CNS stimulants, drugs of abuse, and the addicted patient Flashcards
1
Q
CNS stimulants
A
- Are either psychomotor or hallucinogens
- Psychomotor stimulants cause: excitement and euphoria, increased motor activity, decreased appetite, increased nervousness/anxiety
- Hallucinogens cause: profound changes in thought patterns and mood, little effect on brainstem and spinal cord, little effect on motor activity
2
Q
Caffeine 1
A
- Psychomotor stimulant that binds to adenosine receptors
- Adenosine accumulates during fatigue and binds to receptors which then inhibit the release of NTs to prepare brain for rest
- Caffeine is an adenosine receptor antagonist: blocks all adenosine receptors and increases firing of neurons and brain activity
- This causes the pituitary to release ACTH and other hormones
- Excites the sympathetic NS
3
Q
Caffeine 2
A
- Actions: decreases fatigue and increases alertness, high doses can produce anxiety and tremors
- Is an inotrope and chronotrope to heart, can cause cardiac ischemia and arrhythmias @ high doses
- Is a mild dieuretic and simtulates secretion of HCl from gastric mucosa
- Moderate doses can cause insomnia, anxiety, and agitation, high doses can cause emesis, convulsion, and arrhythmias
4
Q
Nicotine
A
- Rapidly crosses BBB and binds to nAchR of autonomic ganglia, adrenal medulla, and CNS (binding to receptor depolarizes all of these cell)
- Effect on CNS: nAchR found in regions involved in learning/memory, motivation and reward (hippocampus, striatum, amygdala, prefrontal cortex)

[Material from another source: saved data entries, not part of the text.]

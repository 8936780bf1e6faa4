import type { ProtectiveDevice, Zone } from '@/lib/layout/items';
import type { Palette } from '@/lib/layout/palette';
import { letter, strokeInk, tracePath, uprightAngle, type Ink } from '../ink';
import { labelEdge } from './label-edge';

const radians = (degrees: number) => (degrees * Math.PI) / 180;
/** Distance of the hatching lines, px. */
const HATCH_PX = 14;
/** Below this length on the screen a name would only smudge the drawing. */
const LEAST_NAMED_PX = 60;

/** A zone: thin hatching inside a dashed edge, crossed both ways where no base may stand. Item frame. */
export function drawZone(ink: Ink, palette: Palette, px: number, zone: Zone): void {
  const colour = zone.use === 'keepOut' ? palette.red : palette.petrol;
  ink.save();
  tracePath(ink, zone.outlineMm, true);
  ink.clip();
  ink.globalAlpha = 0.28;
  hatch(ink, zone.outlineMm, HATCH_PX * px, 1);
  strokeInk(ink, colour, 0.9 * px);
  if (zone.use === 'keepOut') {
    hatch(ink, zone.outlineMm, HATCH_PX * px, -1);
    strokeInk(ink, colour, 0.9 * px);
  }
  ink.restore();
  tracePath(ink, zone.outlineMm, true);
  ink.setLineDash([8 * px, 4 * px]);
  strokeInk(ink, colour, 1.4 * px);
  ink.setLineDash([]);
}

/** Lines at 45° over the box of an outline; zoomed far out they stand wider apart, so that a large zone stays cheap. */
function hatch(ink: Ink, outline: Zone['outlineMm'], pitchMm: number, slope: 1 | -1): void {
  const xs = outline.map(([x]) => x);
  const ys = outline.map(([, y]) => y);
  const [left, right, bottom, top] = [Math.min(...xs), Math.max(...xs), Math.min(...ys), Math.max(...ys)];
  const height = top - bottom;
  const pitch = Math.max(pitchMm, (right - left + height) / 400);
  ink.beginPath();
  for (let x = left - height; x < right + height; x += pitch) {
    ink.moveTo(x, slope > 0 ? bottom : top);
    ink.lineTo(x + height, slope > 0 ? top : bottom);
  }
}

export function drawZoneName(ink: Ink, palette: Palette, px: number, zone: Zone): void {
  const edge = labelEdge(zone.outlineMm, radians(zone.angleDeg));
  if (edge.lengthMm / px < LEAST_NAMED_PX) return;
  letter(ink, palette, px, {
    text: `${zone.name}, ${zone.use === 'keepOut' ? 'no base here' : 'one robot at a time'}`,
    xMm: edge.xMm,
    yMm: edge.yMm,
    angleRad: edge.angleRad,
    offsetPx: [0, -9 * edge.side],
    weight: 400,
    colour: zone.use === 'keepOut' ? palette.red : palette.petrol,
  });
}

/** A protective device: a double line with short posts at its corners. Item frame. */
export function drawProtectiveDevice(ink: Ink, palette: Palette, px: number, device: ProtectiveDevice): void {
  tracePath(ink, device.pointsMm, false);
  strokeInk(ink, palette.red, 5 * px);
  tracePath(ink, device.pointsMm, false);
  strokeInk(ink, palette.sheet, 2.4 * px);
  ink.fillStyle = palette.red;
  for (const [x, y] of device.pointsMm) ink.fillRect(x - 4 * px, y - 4 * px, 8 * px, 8 * px);
}

export function drawProtectiveDeviceName(ink: Ink, palette: Palette, px: number, device: ProtectiveDevice): void {
  const [[x1, y1], [x2, y2]] = device.pointsMm;
  if (Math.hypot(x2 - x1, y2 - y1) < LEAST_NAMED_PX * px) return;
  const turn = radians(device.angleDeg);
  const { angleRad } = uprightAngle(Math.atan2(y2 - y1, x2 - x1) + turn);
  letter(ink, palette, px, {
    text: device.name,
    xMm: (x1 + x2) / 2,
    yMm: (y1 + y2) / 2,
    angleRad: angleRad - turn,
    offsetPx: [0, -12],
    weight: 400,
    colour: palette.red,
  });
}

- Produces paradoxical state of arousal and relaxation via DA neurons in VTA, along w/ improving attention, learning, and problem solving
5
Q
Nicotine on the PNS and withdrawal Sx
A
- Effects on PNS: sympathetic system activated to increase BP (vasoconstriction) and HR, para activated in GI to increase intestinal motility
- Causes release of epinephrine from the adrenal medulla
- Withdrawal Sx (physical dependance develops rapidly): irritability, anxiety, restlessness, difficulty concentrating, headaches, insomnia
6
Q
Cocaine and ampethamines
A
- Cocaine locks the reuptake of monoamines (5HT, NE, DA) back into presynaptic terminal, thus potentiating the actions of these NTs in synapse
- Amphetamines increase the release of catecholamines into the synapse and also block the DA transporter
7
Q
Actions of cocaine
A
- In CNS produce increased awareness and euphoria, tremors and convulsions, respiratory and vasomotor depression, increase in respiration
- In ANS: potentiates action of NE and produces sympathetic hyperstimulation
- Produces hyperthermia by affecting the hypothalamus
8
Q
Therapeutic uses and adverse effects of cocaine
A
- Cocaine is used as a local anesthetic when applied topically and can be used as a local vasoconstrictor
- Adverse effects: most important are respiratory failure, CV (fatal arrhythmias and MI), and stoke/intracranial hemorrhage
9
Q
Actions of amphetamines
A
- Stimulates entire neuraxis resulting in increased: alertness, insomnia, decreased appetite, decreased fatigue, activation of SNS
- Adverse effects: highly addictive, can precipitate schizophrenic episodes, can cause heart palpitations, tachyarrhythmias, HTN, MI, CV collapse, nausea, vomiting, cramps, and diarrhea
10
Q
Bath salts
A
- Designer drugs that have similar actions as cocaine and amphetamines
- Have powerful addictive potential and increase the concentration of monoamines in the synapse
11
Q
Hallucinogens
A
- Induce altered states of perception, like dreaming but when awake
- Changes shapes and colors
- Being under the influence means you are incapable of normal decision making
- Little effect on motor function
12
Q
LSD
A
- Binds as an agonist to 5HT receptors on presynaptic cells in the midbrain
- Causes activation of the SNS: pupillary dilation, HTN, piloerection, hyperthermia
- Alter mood, physical dependence and tolerance can occur
- High disease can produce long-lasting psychotic changes in some individuals
- Can rapidly be aborted by use of haloperidol
13
Q
Marijuana
A
- Produces euphoria, relaxation, impaired short term memory, slow mental status
- Decreases muscle strength and impaired motor activity
- Produces delusions, enhanced sensory activity and is an appetite stimulant
- THC is highly lipid soluble
- @ high doses toxic psychosis can develop, and chronic use in adolescence may promote development of schizophrenia
- Tolerance and dependence can develop w/ chronic use
14
Q
Mechanism of action for marijuana
A
- Psychoactive ingredient (THC) binds to CB receptors in the presynaptic cells (found on both glutamate and GABA receptors)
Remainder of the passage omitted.